Kemudian penyakit ini memberikan simptomatologi yang nyata:

  • Disfungsi seksual;
  • Penurunan libido;
  • Ereksi yang bermasalah;
  • Mengurangi durasi tindakan seksual;
  • Buang air kecil yang menyakitkan.

Tanda-tanda tersebut harus dijelaskan kepada dokter tanpa gagal, karena perawatan yang tepat waktu adalah kunci kesehatan.

Metode pengobatan

Perawatan prostatitis membutuhkan metode konservatif dan keinginan pasien untuk sembuh dari penyakit.

Terapi penyakit dilakukan:

  • Obat-obatan yang menghilangkan rasa sakit pada sakrum;
  • Obat anti-inflamasi;
  • Antibiotik;
  • Obat probiotik;
  • Pijat
  • Prosedur fisioterapi;
  • Balneoterapi;
  • Terapi diet.

Sangat jarang, prostatitis diobati dengan intervensi bedah. Metode utama meliputi:

  • Prostatektomi;
  • Reseksi prostat;
  • Penyunatan;
  • Drainase.

Jangan mulai penyakit ke tahap terakhir, karena dengan perkembangan awal penyakit, jauh lebih baik untuk diobati.

6. Kanker Prostat

Penyakit ini adalah penyakit fatal yang umum di antara populasi pria. Menurut statistik, setiap pria keenam menderita kanker prostat. Usia tua hanya meningkatkan kemungkinan terjadinya.

Tanda-tanda penyakit

Saat ini, dalam kedokteran modern, ada metode yang membantu mengenali timbulnya kanker pada tahap awal, ketika tidak ada gejala yang muncul. Karena itu, pria disarankan untuk secara teratur menjalani pemeriksaan medis, karena rasa sakit yang tajam di sakrum tiba-tiba bisa datang.

Pada tahap selanjutnya, penyakit ini memanifestasikan dirinya:

  • Nyeri di sakrum;
  • Kesulitan buang air kecil;
  • Gumpalan darah dalam urin;
  • Penurunan berat badan;
  • Anemia
  • Nafsu makan menurun.

Pada nyeri pertama yang tidak dapat dipahami di sakrum, Anda harus mengunjungi klinik untuk menghindari kemungkinan komplikasi.

Metode pengobatan

Dimungkinkan untuk menghilangkan rasa sakit di sakrum hanya dengan bantuan pendekatan terpadu untuk perawatan, yang dilakukan berkat metode-metode berikut:

  • Operasi pengangkatan;
  • Terapi radiasi;
  • Ablasi ultrasonografi;
  • Terapi hormon.

Dokter mengobati rasa sakit di sakrum

Ketika pertanyaan muncul, mengapa sakrum sakit, tidak mencari jawaban di sumber sumber daya internet atau dengan teman-teman, Anda harus segera mengunjungi rumah sakit.

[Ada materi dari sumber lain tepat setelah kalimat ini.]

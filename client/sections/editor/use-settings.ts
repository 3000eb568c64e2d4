import { useCallback, useState } from 'react';
import { readSettings, type SheetSettings, writeSettings } from './sheet-settings.ts';

const KEY = 'ribwright.sheet';

/** How the sheet is shown, kept in the browser. */
export function useSettings(): readonly [SheetSettings, (change: Partial<SheetSettings>) => void] {
  const [settings, setSettings] = useState(() => readSettings(stored()));
  const change = useCallback((part: Partial<SheetSettings>) => {
    setSettings((before) => {
      const next = { ...before, ...part };
      store(writeSettings(next));
      return next;
    });
  }, []);
  return [settings, change];
}

function stored(): string | null {
  try {
    return localStorage.getItem(KEY);
  } catch {
    return null;
  }
}

/** Without a store the settings last as long as the page. */
function store(text: string): void {
  try {
    localStorage.setItem(KEY, text);
  } catch {
    return;
  }
}
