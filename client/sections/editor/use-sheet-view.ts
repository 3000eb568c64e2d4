import {
  type Dispatch,
  type SetStateAction,
  useCallback,
  useLayoutEffect,
  useMemo,
  useRef,
  useState,
} from 'react';
import { type SheetLayout } from '#client/drawing/sheet-layout.ts';
import {
  type Exaggeration,
  FITTED,
  type Ordinates,
  type SheetTransform,
  sheetTransform,
  type SheetView,
  zoomAbout,
} from '#client/drawing/sheet-view.ts';

export interface SheetControl {
  readonly transform: SheetTransform;
  readonly view: SheetView;
  readonly fit: () => void;
  /** Zooms by a factor about the middle of the sheet. */
  readonly zoom: (factor: number) => void;
  /** For the gestures on the sheet. */
  readonly setView: Dispatch<SetStateAction<SheetView>>;
}

export const ZOOM_STEP = 1.25;

/**
 * What part of the drawing is in sight.
 * @param ordinates Of the section as it is now; the fitted scale follows them only when the sheet is fitted again, or
 *   when they have outgrown the fitted sheet, and never while a handle is dragged.
 */
export function useSheetView(
  layout: SheetLayout,
  ordinates: Ordinates,
  exaggeration: Exaggeration,
  dragging: boolean,
): SheetControl {
  const [view, setView] = useState(FITTED);
  const [fitted, setFitted] = useState({ ordinates, exaggeration });
  if (fitted.exaggeration !== exaggeration) setFitted({ ordinates, exaggeration });
  const latest = useRef(ordinates);
  useLayoutEffect(() => {
    latest.current = ordinates;
  });
  const fit = useCallback(() => {
    setView(FITTED);
    setFitted({ ordinates: latest.current, exaggeration });
  }, [exaggeration]);
  const zoom = useCallback(
    (factor: number) => {
      const { chord, section } = layout;
      const middle = { x: (chord.left + chord.right) / 2, y: section.y + section.height / 2 };
      setView((before) => zoomAbout(before, layout, middle, factor));
    },
    [layout],
  );
  const transform = useMemo(
    () => sheetTransform(layout, fitted.ordinates, exaggeration, view),
    [layout, fitted, exaggeration, view],
  );
  if (
    view === FITTED &&
    !dragging &&
    fitted.ordinates !== ordinates &&
    outgrows(layout, transform, ordinates)
  )
    setFitted({ ordinates, exaggeration });
  return { transform, view, setView, fit, zoom };
}

/** Does the section reach out of its view? */
function outgrows({ section }: SheetLayout, { toY }: SheetTransform, { minY, maxY }: Ordinates): boolean {
  return toY(maxY) < section.y || toY(minY) > section.y + section.height;
}
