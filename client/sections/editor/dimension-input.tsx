import { type KeyboardEvent, useEffect, useId, useRef, useState } from 'react';
import { formatAngle, formatLength, useUnits } from '#client/app/units.ts';
import { type PlacedSectionDimension } from '#client/drawing/dimension-lines.tsx';
import { type DimensionId } from '#client/drawing/section-dimensions.ts';
import { type SheetLayout } from '#client/drawing/sheet-layout.ts';
import { DIMENSION_NAMES } from './dimension-buttons.tsx';
import { readDimension } from './dimension-value.ts';
import { type FieldId } from './fields.ts';
import { type Present } from './present.ts';

interface DimensionInputProps {
  readonly dimension: PlacedSectionDimension & { readonly id: FieldId & DimensionId };
  readonly layout: SheetLayout;
  readonly present: Present;
  /** The value in use, in mm for lengths, in degrees for angles. */
  readonly value: number;
  readonly onCommit: (field: FieldId, value: number) => void;
  /** Leaves the field; `step` goes on to the next or the previous dimension. */
  readonly onLeave: (step: -1 | 0 | 1) => void;
}

const WIDTH = 108;

/** A dimension being typed, at its place on the sheet. Text that cannot be used stays, with the reason under it. */
export function DimensionInput({
  dimension,
  layout,
  present,
  value,
  onCommit,
  onLeave,
}: DimensionInputProps) {
  const units = useUnits();
  const id = useId();
  const input = useRef<HTMLInputElement>(null);
  const isAngle = dimension.id.startsWith('boatTail');
  const shown = isAngle ? formatAngle(value, 2) : formatLength(value, units);
  const [text, setText] = useState(shown);
  const [error, setError] = useState<string | null>(null);
  useEffect(() => {
    input.current?.focus();
    input.current?.select();
  }, []);

  /** True when the typed text was taken over, or was left as it stood. */
  const commit = (): boolean => {
    if (text === shown) return true;
    const read = readDimension(text, present, dimension.id, units);
    setError(read.error ?? null);
    if (read.error !== undefined) return false;
    onCommit(dimension.id, read.value);
    return true;
  };
  const { textBox } = dimension;
  const { scale } = layout;
  const left = Math.min(layout.width - WIDTH - 4, Math.max(4, textBox.x + textBox.width / 2 - WIDTH / 2));
  const top = textBox.y + textBox.height / 2 - 15;
  return (
    <div className="absolute z-10" style={{ left: left * scale, top: top * scale, width: WIDTH * scale }}>
      <input
        ref={input}
        type="text"
        inputMode="decimal"
        autoComplete="off"
        spellCheck={false}
        aria-label={DIMENSION_NAMES[dimension.id]}
        aria-invalid={error !== null}
        aria-describedby={error === null ? undefined : id}
        value={text}
        onChange={(event) => {
          setText(event.target.value);
          setError(null);
        }}
        onKeyDown={(event) => {
          keyDown(event, commit, onLeave);
        }}
        onBlur={() => {
          if (commit()) onLeave(0);
        }}
        className="h-7.5 w-full rounded border border-wire bg-sheet px-2 text-center text-sm font-semibold text-ink outline-none aria-invalid:border-brick aria-invalid:shadow-[inset_3px_0_0_var(--brick)]"
      />
      {error !== null && <Reason id={id} text={error} />}
    </div>
  );
}

function Reason({ id, text }: { id: string; text: string }) {
  return (
    <p
      id={id}
      role="alert"
      className="mt-1 w-52 border-l-2 border-brick bg-sheet px-2 py-1 text-xs text-brick"
    >
      {text}
    </p>
  );
}

/** Enter takes the text over, Tab goes on to the next dimension, Esc leaves it as it was. */
function keyDown(event: KeyboardEvent, commit: () => boolean, onLeave: DimensionInputProps['onLeave']): void {
  if (event.key === 'Escape') onLeave(0);
  else if (event.key === 'Enter') {
    if (commit()) onLeave(0);
  } else if (event.key === 'Tab') {
    if (commit()) onLeave(event.shiftKey ? -1 : 1);
  } else return;
  event.preventDefault();
  event.stopPropagation();
}
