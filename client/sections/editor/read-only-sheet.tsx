import { useReducer, useState } from 'react';
import { type Section, type SectionVersion } from '#server/contracts/sections.ts';
import { useMay } from '#client/app/session.tsx';
import { useUnits } from '#client/app/units.ts';
import { PrintedSheet } from '#client/drawing/static-sheet.tsx';
import { Button } from '#client/ui/button.tsx';
import { StatusMark } from '#client/ui/status-mark.tsx';
import { ExportPanel } from '#client/versions/export-panel.tsx';
import { EditorFrame } from './editor-frame.tsx';
import { ghostOf } from './ghost.ts';
import { type EditorAction, reduceEditor, startState } from './editor-state.ts';
import { LiveState } from './live-state.ts';
import { FIRST_CHORD_MM } from './present.ts';
import { SectionVersions } from './section-versions.tsx';
import { SheetStage } from './sheet-stage.tsx';
import { SideColumn } from './side-column.tsx';
import { useSettings } from './use-settings.ts';
import { useGhost, useTitle } from './use-standing.ts';

/** The sheet of the newest version that a reader may see: to look at, measure and export. */
export function ReadOnlySheet({ section, version }: { section: Section; version: SectionVersion }) {
  const [state, dispatch] = useReducer(onlyChord, null, () =>
    startState({ shape: version.shape, chordMm: FIRST_CHORD_MM, equalNose: false }, version.number),
  );
  const [settings, setSettings] = useSettings();
  const [exporting, setExporting] = useState(false);
  const ghost = useGhost(section.id, settings.ghost);
  const title = useTitle(section, version.shape, version, false);
  const mayDownload = useMay('files.download');
  const units = useUnits();
  const { present } = state;
  return (
    <LiveState value={state}>
      <EditorFrame
        title={section.name}
        header={
          <ReaderHeader
            name={section.name}
            version={version}
            onExport={mayDownload ? () => setExporting(true) : undefined}
          />
        }
        stage={
          <SheetStage {...{ dispatch, settings, title, ghost }} onSettings={setSettings} enabled={false} />
        }
        strip={
          <SectionVersions
            sectionId={section.id}
            shape={version.shape}
            dirty={false}
            basedOn={version.number}
            ghost={settings.ghost}
            onSettings={setSettings}
            dispatch={dispatch}
          />
        }
        side={<SideColumn settings={settings} onSettings={setSettings} enabled={false} dispatch={dispatch} />}
        print={
          <PrintedSheet {...present} title={title} ghost={ghostOf(ghost, settings.ghost)} units={units} />
        }
      >
        {exporting && (
          <ExportPanel version={version} chordMm={present.chordMm} onClose={() => setExporting(false)} />
        )}
      </EditorFrame>
    </LiveState>
  );
}

interface ReaderHeaderProps {
  readonly name: string;
  readonly version: SectionVersion;
  readonly onExport: (() => void) | undefined;
}

function ReaderHeader({ name, version, onExport }: ReaderHeaderProps) {
  const size = useMay('sections.read') ? 'normal' : 'large';
  return (
    <header className="flex flex-wrap items-center justify-between gap-x-4 gap-y-2">
      <div className="flex min-w-0 flex-1 basis-72 flex-wrap items-baseline gap-x-3">
        <h1 className="min-w-0 text-xl font-extrabold break-words">{name}</h1>
        <span className="text-graphite">{version.description}</span>
        <span>{`version ${version.number}`}</span>
        <StatusMark status={version.status} />
      </div>
      {onExport && (
        <Button variant="primary" size={size} onClick={onExport}>
          Export…
        </Button>
      )}
    </header>
  );
}

/** A reader sets the chord that the sheet is drawn at, and nothing else. */
function onlyChord(
  state: ReturnType<typeof startState>,
  action: EditorAction,
): ReturnType<typeof startState> {
  return action.type === 'set' && action.field === 'chordMm' ? reduceEditor(state, action) : state;
}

Untuk sampai ke spesialis yang tepat, Anda harus terlebih dahulu mengunjungi terapis. Dokter akan melakukan survei, pemeriksaan, beberapa diagnosis sakrum. Kemudian dia akan mengarahkan ke salah satu spesialis:

Penyebab nyeri yang kurang populer di sakrum

Penyakit di atas jauh dari semua penyebab rasa sakit di sakrum. Faktor dan penyakit lain termasuk:

  • Haid;
  • Pembengkakan pelengkap ovarium;
  • Penyakit kejiwaan
  • Pembalikan rahim;
  • Osteoporosis;
  • Osteomalacia
  • Lesi infeksi;
  • Semua jenis cedera;
  • Gangguan hormonal;
  • Rachiocampsis;
  • Kehamilan;
  • Berbagai neoplasma.

Meringkas

Setiap orang harus memahami bahwa ketika sakrum sakit, diagnosis yang tepat harus dibuat untuk menentukan asal mula nyeri yang sebenarnya. Bagaimanapun, penyakit sakrum selalu dikaitkan dengan beberapa penyakit serius yang memerlukan perawatan tepat waktu.

Menemukan bug? Pilih dan tekan Ctrl + Enter.